# [Exercise details]
Each line in the entries below that holds the string "works" must be copied.

# [Data listing]
•••

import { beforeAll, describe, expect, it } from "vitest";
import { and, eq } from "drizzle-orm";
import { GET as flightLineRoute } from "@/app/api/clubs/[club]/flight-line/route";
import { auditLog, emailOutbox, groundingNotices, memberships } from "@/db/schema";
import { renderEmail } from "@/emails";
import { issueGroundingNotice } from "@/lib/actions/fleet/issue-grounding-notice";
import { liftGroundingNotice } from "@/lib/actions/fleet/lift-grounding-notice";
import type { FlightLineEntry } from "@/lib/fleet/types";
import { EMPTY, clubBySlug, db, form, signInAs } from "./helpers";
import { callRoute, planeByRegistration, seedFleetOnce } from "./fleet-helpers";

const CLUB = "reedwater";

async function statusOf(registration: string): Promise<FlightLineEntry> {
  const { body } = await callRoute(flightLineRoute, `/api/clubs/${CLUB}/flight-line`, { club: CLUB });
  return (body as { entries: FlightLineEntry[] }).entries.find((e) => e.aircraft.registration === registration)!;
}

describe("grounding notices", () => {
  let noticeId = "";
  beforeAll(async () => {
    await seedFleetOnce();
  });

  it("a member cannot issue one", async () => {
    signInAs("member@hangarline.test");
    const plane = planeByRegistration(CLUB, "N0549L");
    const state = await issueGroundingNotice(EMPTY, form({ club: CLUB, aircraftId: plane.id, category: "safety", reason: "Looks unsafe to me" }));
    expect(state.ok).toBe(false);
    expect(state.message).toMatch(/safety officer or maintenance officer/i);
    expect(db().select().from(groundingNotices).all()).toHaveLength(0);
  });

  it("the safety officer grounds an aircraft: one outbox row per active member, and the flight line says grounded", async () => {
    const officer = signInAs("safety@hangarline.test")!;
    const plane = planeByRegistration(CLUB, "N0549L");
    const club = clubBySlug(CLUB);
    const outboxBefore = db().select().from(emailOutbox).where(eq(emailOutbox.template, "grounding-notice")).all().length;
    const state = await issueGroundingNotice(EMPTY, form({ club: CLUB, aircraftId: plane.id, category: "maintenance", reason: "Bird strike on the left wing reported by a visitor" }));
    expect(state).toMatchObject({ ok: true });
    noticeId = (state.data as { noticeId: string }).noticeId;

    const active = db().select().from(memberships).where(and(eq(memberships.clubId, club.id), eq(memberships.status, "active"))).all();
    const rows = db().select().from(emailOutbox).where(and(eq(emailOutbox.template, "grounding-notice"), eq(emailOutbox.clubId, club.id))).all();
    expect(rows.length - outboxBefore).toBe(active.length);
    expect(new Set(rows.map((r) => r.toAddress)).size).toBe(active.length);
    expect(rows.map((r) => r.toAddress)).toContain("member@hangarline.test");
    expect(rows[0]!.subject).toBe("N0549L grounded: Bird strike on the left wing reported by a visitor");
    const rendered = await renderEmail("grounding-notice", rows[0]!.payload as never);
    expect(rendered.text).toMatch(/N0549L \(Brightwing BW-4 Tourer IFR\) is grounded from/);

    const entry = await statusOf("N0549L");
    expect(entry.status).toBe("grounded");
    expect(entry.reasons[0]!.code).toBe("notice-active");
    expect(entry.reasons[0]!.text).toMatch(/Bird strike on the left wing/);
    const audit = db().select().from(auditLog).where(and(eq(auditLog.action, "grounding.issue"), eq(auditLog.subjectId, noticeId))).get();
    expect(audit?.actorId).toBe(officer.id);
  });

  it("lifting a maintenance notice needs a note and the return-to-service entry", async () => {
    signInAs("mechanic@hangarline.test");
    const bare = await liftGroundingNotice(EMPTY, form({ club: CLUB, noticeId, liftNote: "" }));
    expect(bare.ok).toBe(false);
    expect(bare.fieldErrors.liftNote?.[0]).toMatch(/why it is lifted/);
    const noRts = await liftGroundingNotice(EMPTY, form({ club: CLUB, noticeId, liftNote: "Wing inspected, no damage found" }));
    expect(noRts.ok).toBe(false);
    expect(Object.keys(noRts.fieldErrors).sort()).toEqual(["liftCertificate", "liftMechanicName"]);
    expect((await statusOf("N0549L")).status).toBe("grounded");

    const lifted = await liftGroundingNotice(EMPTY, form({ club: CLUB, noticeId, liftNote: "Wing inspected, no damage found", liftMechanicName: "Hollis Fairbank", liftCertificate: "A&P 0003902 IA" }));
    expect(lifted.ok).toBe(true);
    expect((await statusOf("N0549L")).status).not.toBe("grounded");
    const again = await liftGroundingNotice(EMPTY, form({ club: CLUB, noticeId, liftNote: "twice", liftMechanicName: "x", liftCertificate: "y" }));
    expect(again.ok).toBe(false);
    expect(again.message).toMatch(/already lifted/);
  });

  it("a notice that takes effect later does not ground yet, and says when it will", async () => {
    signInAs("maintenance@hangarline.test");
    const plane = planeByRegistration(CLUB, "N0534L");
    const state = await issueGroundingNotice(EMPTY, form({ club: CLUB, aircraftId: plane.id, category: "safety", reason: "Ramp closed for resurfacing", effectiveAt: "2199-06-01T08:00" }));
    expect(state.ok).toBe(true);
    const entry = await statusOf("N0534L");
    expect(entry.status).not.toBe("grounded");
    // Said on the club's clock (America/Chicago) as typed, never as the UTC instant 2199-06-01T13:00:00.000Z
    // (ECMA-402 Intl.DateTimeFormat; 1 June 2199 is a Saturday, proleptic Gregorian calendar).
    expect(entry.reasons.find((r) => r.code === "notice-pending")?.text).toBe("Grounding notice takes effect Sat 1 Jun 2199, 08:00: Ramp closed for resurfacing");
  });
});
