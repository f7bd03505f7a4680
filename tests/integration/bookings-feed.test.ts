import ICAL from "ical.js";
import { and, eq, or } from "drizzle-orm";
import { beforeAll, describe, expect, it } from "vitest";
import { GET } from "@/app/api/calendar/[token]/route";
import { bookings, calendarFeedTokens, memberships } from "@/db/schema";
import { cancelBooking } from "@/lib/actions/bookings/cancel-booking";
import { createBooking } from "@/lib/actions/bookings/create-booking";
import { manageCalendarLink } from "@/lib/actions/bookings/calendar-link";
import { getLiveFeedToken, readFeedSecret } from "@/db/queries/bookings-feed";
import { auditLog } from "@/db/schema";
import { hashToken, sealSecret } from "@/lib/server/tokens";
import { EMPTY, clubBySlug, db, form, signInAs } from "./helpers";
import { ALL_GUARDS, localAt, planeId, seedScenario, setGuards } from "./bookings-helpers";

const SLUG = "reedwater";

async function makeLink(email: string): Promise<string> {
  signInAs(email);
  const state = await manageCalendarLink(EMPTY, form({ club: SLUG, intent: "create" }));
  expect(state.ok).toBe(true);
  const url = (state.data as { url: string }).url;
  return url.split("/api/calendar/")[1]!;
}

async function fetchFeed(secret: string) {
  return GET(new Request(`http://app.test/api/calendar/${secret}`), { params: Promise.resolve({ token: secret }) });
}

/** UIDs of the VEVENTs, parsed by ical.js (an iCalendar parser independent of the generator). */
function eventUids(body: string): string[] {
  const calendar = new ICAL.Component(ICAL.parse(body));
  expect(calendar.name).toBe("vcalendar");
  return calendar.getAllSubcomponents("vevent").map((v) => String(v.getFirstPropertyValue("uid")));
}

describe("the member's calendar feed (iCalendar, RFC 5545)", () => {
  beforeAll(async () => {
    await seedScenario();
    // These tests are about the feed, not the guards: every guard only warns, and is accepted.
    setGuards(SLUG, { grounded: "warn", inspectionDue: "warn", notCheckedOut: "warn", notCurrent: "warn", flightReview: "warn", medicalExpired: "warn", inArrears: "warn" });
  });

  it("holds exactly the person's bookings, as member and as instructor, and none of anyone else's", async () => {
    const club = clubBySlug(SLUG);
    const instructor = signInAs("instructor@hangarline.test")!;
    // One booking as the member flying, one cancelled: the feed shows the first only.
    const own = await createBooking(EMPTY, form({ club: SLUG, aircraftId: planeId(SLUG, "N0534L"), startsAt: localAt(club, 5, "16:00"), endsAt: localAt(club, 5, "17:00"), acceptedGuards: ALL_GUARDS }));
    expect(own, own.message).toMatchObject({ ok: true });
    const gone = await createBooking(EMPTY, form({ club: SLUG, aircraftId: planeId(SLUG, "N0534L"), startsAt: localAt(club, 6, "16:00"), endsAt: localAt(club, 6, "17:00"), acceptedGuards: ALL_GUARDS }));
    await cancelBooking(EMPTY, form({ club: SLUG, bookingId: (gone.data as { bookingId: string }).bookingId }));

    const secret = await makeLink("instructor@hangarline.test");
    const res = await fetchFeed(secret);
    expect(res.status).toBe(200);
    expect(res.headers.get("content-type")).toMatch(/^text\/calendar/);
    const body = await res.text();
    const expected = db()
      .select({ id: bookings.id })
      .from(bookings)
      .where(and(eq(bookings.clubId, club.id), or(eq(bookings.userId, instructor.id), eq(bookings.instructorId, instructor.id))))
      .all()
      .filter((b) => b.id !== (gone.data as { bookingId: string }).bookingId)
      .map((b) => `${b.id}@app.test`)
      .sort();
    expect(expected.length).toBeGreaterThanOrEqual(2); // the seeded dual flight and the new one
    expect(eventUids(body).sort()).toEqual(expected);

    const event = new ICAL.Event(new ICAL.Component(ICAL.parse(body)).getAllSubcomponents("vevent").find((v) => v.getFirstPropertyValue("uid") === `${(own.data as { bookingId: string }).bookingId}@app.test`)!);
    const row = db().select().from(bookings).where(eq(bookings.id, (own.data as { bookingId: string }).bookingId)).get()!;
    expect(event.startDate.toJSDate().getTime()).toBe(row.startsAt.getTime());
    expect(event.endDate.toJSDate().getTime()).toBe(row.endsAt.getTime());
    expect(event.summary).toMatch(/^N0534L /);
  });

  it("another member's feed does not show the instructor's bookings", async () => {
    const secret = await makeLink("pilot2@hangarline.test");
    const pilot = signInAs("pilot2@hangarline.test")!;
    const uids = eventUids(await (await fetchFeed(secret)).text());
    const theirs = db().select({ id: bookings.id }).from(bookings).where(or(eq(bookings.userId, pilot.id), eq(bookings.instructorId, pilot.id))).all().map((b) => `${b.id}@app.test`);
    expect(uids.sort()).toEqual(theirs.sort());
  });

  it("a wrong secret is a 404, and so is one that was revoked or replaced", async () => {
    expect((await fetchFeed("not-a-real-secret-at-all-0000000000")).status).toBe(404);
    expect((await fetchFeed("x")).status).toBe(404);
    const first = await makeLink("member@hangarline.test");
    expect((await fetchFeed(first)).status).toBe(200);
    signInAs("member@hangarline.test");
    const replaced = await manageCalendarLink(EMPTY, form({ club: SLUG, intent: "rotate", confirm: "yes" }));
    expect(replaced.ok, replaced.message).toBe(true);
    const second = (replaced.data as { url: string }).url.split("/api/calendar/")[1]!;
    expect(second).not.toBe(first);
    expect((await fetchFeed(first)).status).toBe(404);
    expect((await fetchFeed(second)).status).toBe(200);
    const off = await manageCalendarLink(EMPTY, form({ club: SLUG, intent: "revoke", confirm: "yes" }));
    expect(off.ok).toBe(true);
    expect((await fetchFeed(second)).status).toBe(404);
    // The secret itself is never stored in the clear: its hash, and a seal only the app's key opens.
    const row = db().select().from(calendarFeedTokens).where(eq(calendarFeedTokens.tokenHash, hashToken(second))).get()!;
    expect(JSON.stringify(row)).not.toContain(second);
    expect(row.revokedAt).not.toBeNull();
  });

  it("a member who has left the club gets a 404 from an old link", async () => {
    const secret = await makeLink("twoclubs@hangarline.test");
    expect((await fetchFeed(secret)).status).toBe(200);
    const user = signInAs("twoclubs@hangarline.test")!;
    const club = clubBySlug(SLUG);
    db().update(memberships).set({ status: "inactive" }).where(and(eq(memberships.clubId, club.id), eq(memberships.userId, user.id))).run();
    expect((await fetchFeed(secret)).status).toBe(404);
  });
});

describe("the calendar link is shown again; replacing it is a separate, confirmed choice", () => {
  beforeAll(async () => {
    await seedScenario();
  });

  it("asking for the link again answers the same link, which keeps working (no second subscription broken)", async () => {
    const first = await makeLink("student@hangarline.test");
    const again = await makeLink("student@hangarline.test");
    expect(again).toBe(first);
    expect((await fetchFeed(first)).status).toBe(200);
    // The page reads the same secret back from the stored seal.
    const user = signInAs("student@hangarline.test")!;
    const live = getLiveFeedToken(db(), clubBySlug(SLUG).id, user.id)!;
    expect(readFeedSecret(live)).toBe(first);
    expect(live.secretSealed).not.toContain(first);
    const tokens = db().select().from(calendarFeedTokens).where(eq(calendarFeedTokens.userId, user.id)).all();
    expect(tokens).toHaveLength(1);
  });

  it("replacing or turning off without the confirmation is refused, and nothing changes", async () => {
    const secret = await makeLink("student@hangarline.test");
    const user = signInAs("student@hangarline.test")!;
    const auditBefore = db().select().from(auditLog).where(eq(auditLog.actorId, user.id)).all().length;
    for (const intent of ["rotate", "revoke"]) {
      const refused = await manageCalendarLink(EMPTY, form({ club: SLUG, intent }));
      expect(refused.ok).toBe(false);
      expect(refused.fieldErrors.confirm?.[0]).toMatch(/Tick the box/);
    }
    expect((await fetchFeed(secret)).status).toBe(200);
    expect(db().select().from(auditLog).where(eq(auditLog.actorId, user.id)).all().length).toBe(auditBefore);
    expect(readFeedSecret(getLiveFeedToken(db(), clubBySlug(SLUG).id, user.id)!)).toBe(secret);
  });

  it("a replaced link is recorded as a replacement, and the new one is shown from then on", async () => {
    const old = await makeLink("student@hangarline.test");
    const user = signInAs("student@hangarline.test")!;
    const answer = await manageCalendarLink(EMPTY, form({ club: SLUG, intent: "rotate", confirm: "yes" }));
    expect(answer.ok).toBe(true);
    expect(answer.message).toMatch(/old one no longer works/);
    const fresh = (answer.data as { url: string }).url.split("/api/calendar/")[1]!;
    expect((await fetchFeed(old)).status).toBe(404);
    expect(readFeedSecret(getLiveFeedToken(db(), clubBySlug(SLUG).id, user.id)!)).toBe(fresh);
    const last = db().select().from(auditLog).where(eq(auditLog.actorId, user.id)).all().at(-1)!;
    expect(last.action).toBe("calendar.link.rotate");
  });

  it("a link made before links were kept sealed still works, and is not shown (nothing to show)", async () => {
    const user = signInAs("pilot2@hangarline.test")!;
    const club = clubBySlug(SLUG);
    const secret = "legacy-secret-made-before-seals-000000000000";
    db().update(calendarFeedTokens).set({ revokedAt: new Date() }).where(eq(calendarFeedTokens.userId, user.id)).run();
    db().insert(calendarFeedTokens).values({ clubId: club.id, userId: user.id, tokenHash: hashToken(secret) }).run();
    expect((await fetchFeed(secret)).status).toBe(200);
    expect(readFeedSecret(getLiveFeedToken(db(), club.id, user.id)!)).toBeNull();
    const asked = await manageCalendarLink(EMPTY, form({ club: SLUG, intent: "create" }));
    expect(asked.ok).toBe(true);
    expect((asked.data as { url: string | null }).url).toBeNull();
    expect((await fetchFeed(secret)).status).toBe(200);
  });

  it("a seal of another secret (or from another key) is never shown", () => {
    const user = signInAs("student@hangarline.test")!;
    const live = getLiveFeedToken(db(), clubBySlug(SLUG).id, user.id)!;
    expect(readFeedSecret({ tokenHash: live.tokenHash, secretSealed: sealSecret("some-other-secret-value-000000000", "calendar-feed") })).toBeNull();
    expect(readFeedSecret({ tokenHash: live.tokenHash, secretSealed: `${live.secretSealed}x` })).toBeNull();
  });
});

•••

# [Answer space]
    expect(answer.message).toMatch(/old one no longer works/);
  it("a link made before links were kept sealed still works, and is not shown (nothing to show)", async () => {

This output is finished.